Provided records:
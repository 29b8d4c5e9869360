/* udev events of serial ports, and finding a port by its USB identity, on a made-up /sys. */
#include "gauge/gauge.h"
#include "gauge/hotplug.h"
#include "gauge/serial.h"

#include "unit/mockdev.h"

#include <poll.h>
#include <setjmp.h>
#include <stdarg.h>
#include <stdint.h>

#include <cmocka.h>

static int setup(void **state) {
    struct mockdev *mock = calloc(1, sizeof *mock);
    *state = mock;
    return mock && mockdev_start(mock) ? 0 : -1;
}

static int teardown(void **state) {
    mockdev_stop(*state);
    free(*state);
    return 0;
}

static void wait_and_take(struct hotplug *hotplug, struct hotplug_event *ret) {
    struct pollfd ready = {.fd = hotplug_fd(hotplug), .events = POLLIN};
    assert_int_equal(poll(&ready, 1, 10000), 1);
    assert_int_equal(hotplug_next(hotplug, ret), 1);
}

static void events_of_serial_ports_only(void **state) {
    struct mockdev *mock = *state;
    struct hotplug *hotplug = NULL;
    struct hotplug_event event;
    const char *none[] = {NULL};
    const char *node[] = {"DEVNAME", "/dev/mem", NULL};
    assert_int_equal(hotplug_new(&hotplug), 0);
    assert_int_equal(hotplug_next(hotplug, &event), 0);
    free(mockdev_add(mock, "mem", "mem", NULL, none, node)); /* adding sends its event */
    char *tty = mockdev_add_serial(mock, "1-1.2", "1209", "00AB", "H7 1", "ttyACM3");
    wait_and_take(hotplug, &event);
    assert_true(event.added);
    assert_string_equal(event.node, "/dev/ttyACM3");
    assert_string_equal(event.vendor, "1209");
    assert_string_equal(event.product, "00AB");
    assert_string_equal(event.serial, "H7 1");
    assert_int_equal(hotplug_next(hotplug, &event), 0);
    mockdev_event(mock, tty, "change");
    mockdev_event(mock, tty, "remove");
    wait_and_take(hotplug, &event);
    assert_false(event.added);
    assert_string_equal(event.node, "/dev/ttyACM3");
    assert_int_equal(hotplug_next(hotplug, &event), 0);
    free(tty);
    hotplug_free(hotplug);
    hotplug_free(NULL);
}

static void built_in_ports_have_no_identity(void **state) {
    struct mockdev *mock = *state;
    struct hotplug *hotplug = NULL;
    struct hotplug_event event;
    struct serial_seen seen[4];
    size_t n = 9;
    const char *none[] = {NULL};
    const char *node[] = {"DEVNAME", "/dev/ttyS5", NULL};
    assert_int_equal(hotplug_new(&hotplug), 0);
    free(mockdev_add(mock, "tty", "ttyS5", NULL, none, node));
    wait_and_take(hotplug, &event);
    assert_string_equal(event.node, "/dev/ttyS5");
    assert_string_equal(event.vendor, "");
    assert_int_equal(serial_list(seen, 4, &n), 0);
    assert_int_equal(n, 0);
    hotplug_free(hotplug);
}

static void list_is_bounded(void **state) {
    struct mockdev *mock = *state;
    struct serial_seen seen[2];
    size_t n = 0;
    free(mockdev_add_serial(mock, "1-1", "1209", "0001", "A", "ttyACM0"));
    free(mockdev_add_serial(mock, "1-2", "1209", "0001", NULL, "ttyACM1"));
    free(mockdev_add_serial(mock, "1-3", "1209", "0002", "C", "ttyUSB0"));
    memset(seen, 'x', sizeof seen);
    assert_int_equal(serial_list(seen, 1, &n), 0);
    assert_int_equal(n, 3);
    assert_string_equal(seen[0].node, "/dev/ttyACM0");
    assert_string_equal(seen[0].usb_port, "1-1");
    assert_string_equal(seen[0].interface, "00");
    assert_int_equal(seen[1].node[0], 'x');
}

static struct gauge *serial_gauge(const char *device) {
    struct gauge_config config = {.kind = GAUGE_SERIAL, .baud = 115200};
    struct gauge *gauge = NULL;
    snprintf(config.device, sizeof config.device, "%s", device);
    assert_int_equal(gauge_new(&gauge, &config), 0);
    return gauge;
}

static void assert_says(struct gauge *gauge, int error, const char *part) {
    const char *text = gauge_error_text(gauge, error);
    if (!strstr(text, part))
        fail_msg("'%s' does not say '%s'", text, part);
}

static void not_found_says_what_is_there(void **state) {
    struct mockdev *mock = *state;
    struct gauge *gauge = serial_gauge("usb:1209:0001");
    assert_int_equal(gauge_open(gauge), GAUGE_E_NOT_FOUND);
    assert_says(gauge, GAUGE_E_NOT_FOUND, "usb:1209:0001 is not plugged in");
    assert_says(gauge, GAUGE_E_NOT_FOUND, "check its cable");
    free(mockdev_add_serial(mock, "1-3", "1209", "0002", "C", "ttyUSB0"));
    assert_int_equal(gauge_open(gauge), GAUGE_E_NOT_FOUND);
    assert_says(gauge, GAUGE_E_NOT_FOUND, "/dev/ttyUSB0 is usb:1209:0002:C at port 1-3");
    gauge_free(gauge);
    gauge = serial_gauge("/dev/ttyACM7");
    assert_int_equal(gauge_open(gauge), GAUGE_E_NOT_FOUND);
    assert_says(gauge, GAUGE_E_NOT_FOUND, "/dev/ttyUSB0 is usb:1209:0002:C at port 1-3");
    gauge_free(gauge);
}

static void two_matches_are_refused_with_both_named(void **state) {
    struct mockdev *mock = *state;
    free(mockdev_add_serial(mock, "1-1", "1209", "0001", "A1", "ttyACM0"));
    free(mockdev_add_serial(mock, "1-2", "1209", "0001", "B2", "ttyACM1"));
    struct gauge *gauge = serial_gauge("usb:1209:0001");
    assert_int_equal(gauge_open(gauge), GAUGE_E_AMBIGUOUS);
    assert_says(gauge, GAUGE_E_AMBIGUOUS, "means 2 ports");
    assert_says(gauge, GAUGE_E_AMBIGUOUS, "/dev/ttyACM0 is usb:1209:0001:A1 at port 1-1");
    assert_says(gauge, GAUGE_E_AMBIGUOUS, "/dev/ttyACM1 is usb:1209:0001:B2 at port 1-2");
    assert_says(gauge, GAUGE_E_AMBIGUOUS, "Add the serial number");
    assert_false(gauge_is_open(gauge));
    gauge_free(gauge);
}

/* Which events make the daemon open again at once. */
static void events_concern_the_gauge_they_speak_of(void **state) {
    (void)state;
    struct hotplug_event event = {
        .added = true, .node = "/dev/ttyACM3", .vendor = "1209", .product = "00ab", .serial = "H7"};
    static const struct {
        const char *device;
        bool concerns;
    } cases[] = {
        {"usb:1209:00AB", true},     {"usb:1209:00ab:H7", true}, {"usb:1209:00ab:h7", false},
        {"usb:1209:00ac", false},    {"/dev/ttyACM3", true},     {"/dev/ttyACM2", false},
        {"usb:120a:00ab:H7", false},
    };
    for (size_t i = 0; i < sizeof cases / sizeof cases[0]; i++) {
        struct gauge *gauge = serial_gauge(cases[i].device);
        assert_int_equal(gauge_concerns(gauge, &event), cases[i].concerns);
        gauge_free(gauge);
    }
}

static void identities(void **state) {
    (void)state;
    struct serial_identity identity;
    static const char *const bad[] = {
        "usb:",           "usb:1209",       "usb:1209:",     "usb:1209:001",
        "usb:1209:0001:", "usb:1209:00012", "usb:12g9:0001", "usb:1209-0001",
        "/dev/ttyACM0",   "USB:1209:0001",  "usb: 209:0001", "usb:1209:0001 "};
    for (size_t i = 0; i < sizeof bad / sizeof bad[0]; i++)
        if (serial_identity_parse(bad[i], &identity))
            fail_msg("'%s' was taken", bad[i]);
    assert_true(serial_identity_parse("usb:1A2b:00FF", &identity));
    assert_string_equal(identity.vendor, "1a2b");
    assert_string_equal(identity.product, "00ff");
    assert_string_equal(identity.serial, "");
    assert_true(serial_identity_parse("usb:1209:0001:AA:BB 3", &identity));
    assert_string_equal(identity.serial, "AA:BB 3");
    char longest[14 + HOTPLUG_SERIAL_MAX + 1];
    memset(longest, 'x', sizeof longest);
    memcpy(longest, "usb:1209:0001:", 14);
    longest[14 + HOTPLUG_SERIAL_MAX] = 0;
    assert_false(serial_identity_parse(longest, &identity));
    longest[14 + HOTPLUG_SERIAL_MAX - 1] = 0;
    assert_true(serial_identity_parse(longest, &identity));
}

int main(int argc, char **argv) {
    (void)argc;
    if (!mockdev_ready(argv)) {
        puts("skip: libumockdev is not installed, so no udev events can be made up");
        return 77;
    }
    const struct CMUnitTest tests[] = {
        cmocka_unit_test_setup_teardown(events_of_serial_ports_only, setup, teardown),
        cmocka_unit_test_setup_teardown(built_in_ports_have_no_identity, setup, teardown),
        cmocka_unit_test_setup_teardown(list_is_bounded, setup, teardown),
        cmocka_unit_test_setup_teardown(not_found_says_what_is_there, setup, teardown),
        cmocka_unit_test_setup_teardown(two_matches_are_refused_with_both_named, setup, teardown),
        cmocka_unit_test_setup_teardown(events_concern_the_gauge_they_speak_of, setup, teardown),
        cmocka_unit_test(identities),
    };
    return cmocka_run_group_tests(tests, NULL, NULL);
}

Work task:
The records above should be printed exactly, please, from the first line through the line containing "assert_int_equal(poll(&ready, 1, 10000), 1);", with both ends kept and nothing past it.

Your response:
repository 29b8d4c5e9869360
/* udev events of serial ports, and finding a port by its USB identity, on a made-up /sys. */
#include "gauge/gauge.h"
#include "gauge/hotplug.h"
#include "gauge/serial.h"

#include "unit/mockdev.h"

#include <poll.h>
#include <setjmp.h>
#include <stdarg.h>
#include <stdint.h>

#include <cmocka.h>

static int setup(void **state) {
    struct mockdev *mock = calloc(1, sizeof *mock);
    *state = mock;
    return mock && mockdev_start(mock) ? 0 : -1;
}

static int teardown(void **state) {
    mockdev_stop(*state);
    free(*state);
    return 0;
}

static void wait_and_take(struct hotplug *hotplug, struct hotplug_event *ret) {
    struct pollfd ready = {.fd = hotplug_fd(hotplug), .events = POLLIN};
    assert_int_equal(poll(&ready, 1, 10000), 1);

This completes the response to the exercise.